## WHAT YOU NEED TO DO
Wherever the string "FitError" occurs in a line of these records, report that line.

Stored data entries
"""The prior of each column, and how strong the shared part of it is to be.

The plan gives mean and sd of a weight per spread (of the standardised weight, as the fit needs them) or per unit of its
input. W = w · scale, so both are multiplied by the column's scale, in rationals, and rounded once.

A strength is chosen by cross-validation: each fold of rows is left out in turn, the others are fitted with every
strength of a grid, and the strength with the lowest mean log loss over the rows left out is taken (Stone, Journal of
the Royal Statistical Society B 36 (1974)). Nothing of a fold reaches the fit that leaves it out: centres, scales and
what stands in for missing values are those of the rows that this fit has.

What the strengths of a fold share: its standardised columns, and its path. θ(s) is smooth in the log of the strength,

    dθ / d ln s = 2 H⁻¹ P (θ − m),   P the precisions that are shared, H the Hessian at θ(s),

so each fit starts where the last ones point to, from the strongest prior to the weakest, and one or two Newton steps
settle it. These losses are near enough to draw the curve and to rule most strengths out. They could differ in their
last bits with the order of the rows. So where more than one strength is within reach of the lowest loss, those few are
fitted anew with `solve`, whose weights have the same bits in any order; their losses are summed exactly, rounded to
`LOSS_STEP`, and the strongest of the lowest is taken.
"""

from __future__ import annotations

import math
from collections.abc import Iterator, Sequence
from dataclasses import dataclass
from fractions import Fraction
from typing import NamedTuple

import numpy as np
import numpy.typing as npt

from runtime_min.errors import FitError, Problem
from runtime_min.model import Choice, Strength, TrainedInput
from runtime_min.sealing import round_to
from trainer.approach import Solve
from trainer.design import Column, columns_of, design_matrix, typical_value, with_typical
from trainer.grid import WEIGHT_STEP
from trainer.objective import Objective, Prior, objective_of
from trainer.plan import PriorPlan
from trainer.solve import near_optimum, one_thread, solve
from trainer.standardise import standardise

Floats = npt.NDArray[np.float64]
Labels = npt.NDArray[np.int64]

FOLDS = 5

STRENGTHS = tuple(float(f"{0.01 * 10_000 ** (step / 29):.1e}") for step in range(30))
"""30 sds from 0.01 to 100, evenly spaced in their logarithm, to two digits, so that a plan can state any of them.

At 0.01 one spread of an input changes the odds by about a hundredth, which is no model; at 100 by e^100, which no data
with an optimum ask for. Neighbours are 1.37 times apart: well within the precision with which a curve has a minimum.
"""

LOSS_STEP = 1e-12
"""Mean log losses are compared in these steps: differences below say nothing."""

_SETTLED = 1e-4  # a Newton step that changes no log-odds by more leaves errors of its square, 1e-8
_LOSS_ERROR = 1e-7  # of a mean loss: ten times that, since rows left out may lie farther out; seen: below 1e-9


@dataclass(frozen=True)
class ColumnPrior:
    """The prior of one column's weight. sd: None is flat; `shared`: the sd is that of all such columns, and None here.

    per_unit: mean and sd are of the weight per unit of the input, not of the standardised weight.
    """

    mean: Fraction = Fraction(0)
    sd: Fraction | None = None
    shared: bool = True
    per_unit: bool = False


@dataclass(frozen=True)
class PriorRule:
    """The priors of all columns, in their order, and of the intercept; an sd of None is flat."""

    columns: tuple[ColumnPrior, ...]
    intercept_sd: Fraction | None = None

    def on(self, scales: Sequence[float], sd: Fraction | None) -> Prior:
        """In standardised terms, for columns of these scales; sd: the shared one, None is flat."""
        factors = [
            Fraction(scale) if column.per_unit else Fraction(1)
            for column, scale in zip(self.columns, scales, strict=True)
        ]
        sds = [sd if column.shared else column.sd for column in self.columns]
        return Prior(
            tuple(_binary64(column.mean * factor) for column, factor in zip(self.columns, factors, strict=True)),
            tuple(math.inf if s is None else _binary64(s * factor) for s, factor in zip(sds, factors, strict=True)),
            math.inf if self.intercept_sd is None else _binary64(self.intercept_sd),
        )

    @property
    def is_shared(self) -> bool:
        return any(column.shared for column in self.columns)


def rule_of(plan: PriorPlan, columns: Sequence[Column]) -> PriorRule:
    """What the plan says of each column; a term without an entry of its own has mean 0 and the shared sd."""
    own = {
        term.name: ColumnPrior(term.mean, term.sd, term.method == "shared", term.per == "unit") for term in plan.terms
    }
    return PriorRule(tuple(own.get(column.name, ColumnPrior()) for column in columns), plan.intercept_sd)


def choose_sd(
    inputs: Sequence[TrainedInput],
    values: Floats,
    labels: Labels,
    row_weights: Floats | None,
    fold: Labels,
    rule: PriorRule,
    strengths: Sequence[float] = STRENGTHS,
) -> Choice:
    """The shared sd with the lowest mean log loss on the rows left out, weighted, and the whole curve.

    inputs: names and levels. values (n, inputs) of the rows to fit, NaN where one is missing; labels (n,) 0 or 1;
    row_weights (n,) > 0 or None; fold (n,): the fold of each row, 0 … K − 1, K >= 2; strengths grow.

    The standard error is that of a ratio of sums over K folds (Cochran, Sampling Techniques, 3rd ed. (1977), 6.4):
    sqrt(K / (K − 1) Σ_f (Ω_f / Ω)² (mean_f − mean)²), Ω_f the weight of the fold's rows.

    Raises FitError where the rows outside a fold do not determine a model.
    """
    rows = _Rows(tuple(inputs), values, labels, row_weights, fold)
    count = int(fold.max()) + 1
    _refuse_missing_classes(rows, count)
    with one_thread():
        paths = [_along_strengths(part, rule, strengths) for part in _parts(rows, count)]
        sums = np.array([path.losses for path in paths])  # (folds, strengths)
        weights = np.array([path.weight for path in paths])
        mean = sums.sum(axis=0) / weights.sum()
        doubt = 2.0 * (_LOSS_ERROR + 0.5 * WEIGHT_STEP * max(path.reach for path in paths))
        near = np.flatnonzero(mean <= mean.min() + doubt).tolist()
        best = near[0]
        if len(near) > 1:
            again = [
                [_exact_losses(part, rule, strengths[at], path.thetas[at]) for at in near]
                for part, path in zip(_parts(rows, count), paths, strict=True)
            ]
            sums[:, near] = [[math.fsum(losses) for losses in of_fold] for of_fold in again]
            total = math.fsum(np.ones(len(labels)) if row_weights is None else row_weights)
            exact = [math.fsum(np.concatenate([of_fold[k] for of_fold in again])) / total for k in range(len(near))]
            mean[near] = exact
            best = near[int(np.argmin(np.rint(np.array(exact) / LOSS_STEP)))]  # of several, the first: the strongest
    shares = weights / weights.sum()
    spread = (shares[:, np.newaxis] * (sums / weights[:, np.newaxis] - mean)) ** 2
    errors = np.sqrt(count / (count - 1) * spread.sum(axis=0))
    curve = zip(strengths, mean.tolist(), errors.tolist(), strict=True)
    return Choice("cross-validation", count, strengths[best], tuple(Strength(*point) for point in curve))


class _Rows(NamedTuple):
    inputs: tuple[TrainedInput, ...]
    values: Floats
    labels: Labels
    row_weights: Floats | None
    fold: Labels


class _Part(NamedTuple):
    """One fold: standardised columns, labels and weights of the rows that are fitted and of those left out."""

    number: int
    columns: Floats
    labels: Labels
    row_weights: Floats | None
    scales: tuple[float, ...]
    left: Floats
    left_labels: Labels
    left_weights: Floats


class _Path(NamedTuple):
    """Along the strengths: θ, Σω log loss of the rows left out; Σω of these, and their mean of 1 + Σ|x_j|."""

    thetas: list[Floats]
    losses: Floats
    weight: float
    reach: float


def _parts(rows: _Rows, count: int) -> Iterator[_Part]:
    columns = columns_of(rows.inputs)
    numeric = [column.form == "value" for column in columns]
    for index in range(count):
        out = rows.fold == index
        weights = None if rows.row_weights is None else rows.row_weights[~out]
        fitted = rows.values[~out]
        # An input that none of these rows has is constant to the fit, whatever stands in: it learns no weight.
        typical = [
            typical_value(column, len(entry.levels), weights) or 0.0
            for entry, column in zip(rows.inputs, fitted.T, strict=True)
        ]
        standardised = standardise(design_matrix(columns, with_typical(fitted, typical)), weights, numeric)
        left = design_matrix(columns, with_typical(rows.values[out], typical))
        yield _Part(
            index,
            standardised.columns,
            rows.labels[~out],
            weights,
            standardised.scales,
            (left - np.array(standardised.centres)) / np.array(standardised.scales),
            rows.labels[out],
            np.ones(len(left)) if rows.row_weights is None else rows.row_weights[out],
        )


def _along_strengths(part: _Part, rule: PriorRule, strengths: Sequence[float]) -> _Path:
    shared = np.array([False, *(column.shared for column in rule.columns)])
    objective = objective_of(part.columns, part.labels, part.row_weights, rule.on(part.scales, Fraction(1)))
    theta = objective.means.copy()
    slope = before = np.zeros(len(theta))
    thetas: list[Floats] = []
    for at, sd in enumerate(strengths):
        precisions = np.where(shared, sd**-2.0, objective.precisions)
        found = _settled(objective._replace(precisions=precisions), (theta, *thetas[-1:], 0.0 * theta))
        if found is None:
            raise FitError(_undetermined(part.number))
        thetas.append(found[0])
        if at + 1 < len(strengths):
            ahead = math.log(strengths[at + 1] / sd)
            before, slope = slope, 2.0 * found[1](np.where(shared, precisions * (found[0] - objective.means), 0.0))
            bend = slope - before if at else 0.0
            theta = found[0] + ahead * (slope + 0.5 * bend)
    z = part.left @ np.array(thetas)[:, 1:].T + np.array(thetas)[:, 0]
    losses = part.left_weights @ _log_losses(z, part.left_labels[:, np.newaxis])
    weight = float(part.left_weights.sum())
    reach = float(part.left_weights @ (1.0 + np.abs(part.left).sum(axis=1))) / weight
    return _Path(thetas, losses, weight, reach)


def _settled(objective: Objective, starts: Sequence[Floats]) -> tuple[Floats, Solve] | None:
    """`near_optimum` from the first start that leads to one: far out every row's curvature can vanish in binary64."""
    return next(filter(None, (near_optimum(objective, start, _SETTLED) for start in starts)), None)


def _exact_losses(part: _Part, rule: PriorRule, sd: float, theta: Floats) -> Floats:
    """ω log loss of each row left out, with the same bits in any order of the rows: the fit's weights are on the grid,
    and a row's log-odds are summed term by term."""
    prior = rule.on(part.scales, Fraction(sd))
    solution = solve(part.columns, part.labels, part.row_weights, prior, theta)
    z = np.full(len(part.left), solution.intercept)
    for column, weight in zip(part.left.T, solution.weights, strict=True):
        z += column * weight
    return part.left_weights * _log_losses(z, part.left_labels)


def _log_losses(z: Floats, labels: Labels) -> Floats:
    """log(1 + exp t), t = −z for the event and z for the other class."""
    t = np.where(labels == 1, -z, z)
    result: Floats = np.maximum(t, 0.0) + np.log1p(np.exp(-np.abs(t)))
    return result


_TODO = "write a number for sd"


def _refuse_missing_classes(rows: _Rows, count: int) -> None:
    for index in range(count):
        if len(np.unique(rows.labels[rows.fold != index])) < 2:
            found = f"found rows of one class only outside fold {index + 1} of {count}"
            raise FitError(Problem("[prior]: sd", found, f"{_TODO}, or give more groups or rows of both classes"))


def _undetermined(index: int) -> Problem:
    found = f"found no optimum for the rows outside fold {index + 1}: some weights have a flat prior"
    return Problem("[prior]: sd", found, f"{_TODO}, or give every term a prior with a finite sd")


def _binary64(number: Fraction) -> float:
    return round_to("binary64", number)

## RESPONSE BOX
from runtime_min.errors import FitError, Problem
    Raises FitError where the rows outside a fold do not determine a model.
            raise FitError(_undetermined(part.number))
            raise FitError(Problem("[prior]: sd", found, f"{_TODO}, or give more groups or rows of both classes"))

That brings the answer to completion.